After arriving late night Wednesday night, and spending a dreadful several hours getting through customs, several travelers and I headed to downtown Osaka to satisfy one simple need: food. Walking through the bustling crowds of Namba station one is entranced by the people, the smells, and those coveted first impressions of a new culture. Those moments when everything is thrilling; that high why we are all here.
Fumbling with foreign bills, and making awkward conversions in your head must be a common sight during Lunar New Year in Japan, but to me no matter what I always feel so dorky when I erhm, um, and gee-wizz my way through exchanges. Atleast lately I find myself in alarmingly honest societies where people will literally pick the coins they need from my wallet while smiling.
My first night in Japan was spent at a Guesthouse in a traditional little neighborhood in northern Osaka. I had too much adrenaline to go to bed after I checked in around 11 PM, so I took a stroll along the river per the request of the Dutch attendant working that night.

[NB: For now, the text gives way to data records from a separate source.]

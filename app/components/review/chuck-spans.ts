import type { ReviewEntry } from './review-model';

/** Seconds since the start. */
export interface TimeSpan {
  from: number;
  to: number;
}

/** When the chuck was on. *On* twice is no change; one that never came off lasts until the end. */
export function chuckSpans(used: readonly ReviewEntry[], until: number): TimeSpan[] {
  const spans: TimeSpan[] = [];
  let since: number | undefined;
  for (const { event } of used) {
    if (event.type !== 'chuck') continue;
    const at = event.atMs / 1000;
    if (event.on) since ??= at;
    if (event.on || since === undefined) continue;
    spans.push({ from: since, to: at });
    since = undefined;
  }
  if (since !== undefined && since < until) spans.push({ from: since, to: until });
  return spans;
}
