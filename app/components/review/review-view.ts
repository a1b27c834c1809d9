import type { Call, FillEvent } from '~/air';
import { chuckSpans, type TimeSpan } from '~/fill/chuck-spans';
import type { TraceSample } from '~/fill/replay';
import { type PressureUnit, pressureRange } from '~/units';
import { callWords, type EntryLine, entryLine } from './entry-words';
import type { ReviewEntry, ReviewTrace } from './review-model';

/** One point of the curves. Pressures are gauge kPa; times are seconds since the start. */
export interface CurvePoint {
  at: number;
  supply: number;
  /** 80 % of the estimate lies between these. */
  band: [number, number];
  tire: number;
  /** Supply and tire, where the chuck was on though the supply was below the tire. */
  lack: [number, number] | null;
}

export type ReadingKind = 'wheel-gauge' | 'dash-gauge' | 'sensor' | 'tire';

export interface ReadingDot {
  at: number;
  kpa: number;
  kind: ReadingKind;
}

export interface ShownCall {
  at: number;
  call: Call;
  words: string;
}

export interface ChartView {
  /** Seconds: the end of the fill, or of what is known of it. */
  until: number;
  points: CurvePoint[];
  readings: ReadingDot[];
  onSpans: TimeSpan[];
  calls: ShownCall[];
  targetKpa: number;
}

/** One row of the table. */
export interface TableLine extends EntryLine {
  id: string;
  at: number;
  clockAt: Date;
  fromCab: boolean;
  /** The estimate at that time; undefined after the fill's end. */
  supply: { p10: number; p50: number; p90: number } | undefined;
  tire: number | undefined;
}

/** What the chart draws. Only what counted is drawn; the table has the rest. */
export function chartOf(trace: ReviewTrace): ChartView {
  const used = trace.entries.filter(({ use }) => use === 'used');
  const until = Math.max(1, trace.samples.at(-1)?.at ?? 0, ...used.map(secondsOf));
  const onSpans = chuckSpans(used.flatMap(chuckOf), until);
  return {
    until,
    points: curveOf(trace.samples, onSpans),
    readings: used.flatMap(dotOf),
    onSpans,
    calls: callsOf(used, trace.valve),
    targetKpa: trace.targetKpa,
  };
}

/** Every event in words, by time, with the estimate of that time. */
export function linesOf(trace: ReviewTrace, unit: PressureUnit): TableLine[] {
  const byId = new Map(trace.entries.map(({ event }) => [event.id, event]));
  return trace.entries.map((entry) => {
    const { event } = entry;
    const at = secondsOf(entry);
    const undone = event.type === 'taken-back' ? byId.get(event.of) : undefined;
    const sample = sampleAt(trace.samples, at);
    return {
      ...entryLine(entry, { valve: trace.valve, unit, undone }),
      id: event.id,
      at,
      clockAt: new Date(trace.startedAt.getTime() + event.atMs),
      fromCab: entry.side === 'cab',
      supply: sample?.supplyKpa,
      tire: sample?.tireKpa.p50,
    };
  });
}

const secondsOf = ({ event }: ReviewEntry) => event.atMs / 1000;

function chuckOf(entry: ReviewEntry): FillEvent[] {
  const { event } = entry;
  return event.type === 'chuck' ? [{ type: 'chuck', on: event.on, at: secondsOf(entry) }] : [];
}

function dotOf(entry: ReviewEntry): ReadingDot[] {
  const { event } = entry;
  const at = secondsOf(entry);
  if (event.type === 'tire-reading') return [{ at, kpa: event.kpa, kind: 'tire' }];
  if (event.type === 'supply-reading') return [{ at, kpa: event.kpa, kind: event.source }];
  return [];
}

/** A call that is said again without another between is one call. */
function callsOf(used: readonly ReviewEntry[], valve: boolean): ShownCall[] {
  const calls: ShownCall[] = [];
  for (const entry of used) {
    if (entry.event.type !== 'call-shown') continue;
    const { call } = entry.event;
    if (calls.at(-1)?.call === call) continue;
    calls.push({ at: secondsOf(entry), call, words: callWords(call, valve) });
  }
  return calls;
}

/**
 * The samples with a point of its own at each edge of a hold and wherever supply and tire meet, so
 * that the hatch begins and ends where it should.
 */
function curveOf(samples: readonly TraceSample[], onSpans: readonly TimeSpan[]): CurvePoint[] {
  const times = new Set(samples.map(({ at }) => at));
  for (const { from, to } of onSpans) times.add(from).add(to);
  for (const at of meetings(samples)) times.add(at);
  return [...times]
    .sort((a, b) => a - b)
    .flatMap((at) => {
      const sample = sampleAt(samples, at);
      return sample ? pointOf(sample, onSpans) : [];
    });
}

function pointOf(
  { at, supplyKpa, tireKpa }: TraceSample,
  onSpans: readonly TimeSpan[],
): CurvePoint {
  const isOn = onSpans.some(({ from, to }) => at >= from && at <= to);
  // A hair of tolerance: at a meeting the two differ by a rounding error.
  const isBelow = supplyKpa.p50 <= tireKpa.p50 + 1e-6;
  return {
    at,
    supply: supplyKpa.p50,
    band: [asPressure(supplyKpa.p10), asPressure(supplyKpa.p90)],
    tire: tireKpa.p50,
    lack: isOn && isBelow ? [supplyKpa.p50, tireKpa.p50] : null,
  };
}

/** Keeps the edges of a very unsure estimate inside of what a gauge pressure can be. */
const asPressure = (kpa: number) =>
  Math.min(pressureRange.maximum, Math.max(pressureRange.minimum, kpa));

/** The times at which the middle estimates of supply and tire are the same. */
function meetings(samples: readonly TraceSample[]): number[] {
  const headroom = ({ supplyKpa, tireKpa }: TraceSample) => supplyKpa.p50 - tireKpa.p50;
  return samples.flatMap((sample, index) => {
    const next = samples[index + 1];
    if (!next) return [];
    const [before, after] = [headroom(sample), headroom(next)];
    if (before * after >= 0) return [];
    return [sample.at + ((next.at - sample.at) * before) / (before - after)];
  });
}

/** The estimate at a time, on a straight line between two samples; undefined outside of them. */
export function sampleAt(samples: readonly TraceSample[], at: number): TraceSample | undefined {
  const index = samples.findIndex((sample) => sample.at >= at);
  const after = samples[index];
  const before = samples[index - 1];
  if (!after || after.at === at) return after;
  if (!before) return undefined;
  const share = (at - before.at) / (after.at - before.at);
  const blend = (key: 'supplyKpa' | 'tireKpa') => ({
    p10: between(before[key].p10, after[key].p10, share),
    p50: between(before[key].p50, after[key].p50, share),
    p90: between(before[key].p90, after[key].p90, share),
  });
  return { at, supplyKpa: blend('supplyKpa'), tireKpa: blend('tireKpa') };
}

const between = (from: number, to: number, share: number) => from + (to - from) * share;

I wandered along the tiny alley’s with my camera, reveled in the smells of cooking ramen, and delighted in the cleanest streets that I think I have ever seen.
One of the sensei’s had excellent English and spoke endlessly about the significance and purpose behind Tea ceremony in Japan. I learned about the history of ceramics, the political and social stereotypes of tea throughout the ages, and how it continues to be a strong part of life in Japan to this day. Walking home that night around 1 AM in the chilly February rain through abandoned temples, I was reminded that life is what you make of it, so do it on purpose.
Golden Temple. Flea Market. Ramen. Nishiki Fish Market. Cemetary. Rainy weather. Ryoanji Zen Garden. Japanese Bath House.Heated Toilet Seats. Sushi. Fishini Inari. Buses. Temples. Karaoke. Green Tea Ice cream. Yen.
Japan was truly full of wonder. Traveling solo offered so many wonderful opportunities that I never could’ve predicted. You really aren’t alone when you travel. Both nights in Kyoto when I was wandering I would casually bump into other solo travelers. The first night, a Chinese girl and I wandered the temples just near the fish market and then found the first bar to open and had several drinks together. The second night after a slightly awkward but nonetheless totally blissful experience in a Japanese bath house, I met a girl from Tokyo. We went for sushi together at this little hole in the wall place in northern Kyoto; asking each other all of the questions about love and taboo that you only feel comfortable asking a near stranger.
Taking pictures in this ancient country was easy. It’s the stories behind them that are harder to explain. All I can I say is that 5 days was too short a time to spend here, and I hope that my travels bring me back.
My last few hours in the great city of Kyoto were spent in Fushimi Inari. I saved the best for last because I knew that this place was going to be special. However what I actually got I cannot even begin to explain- the significance of this shrine is astounding and the feeling you have walking through these endless tunnels is both humbling and inspiring.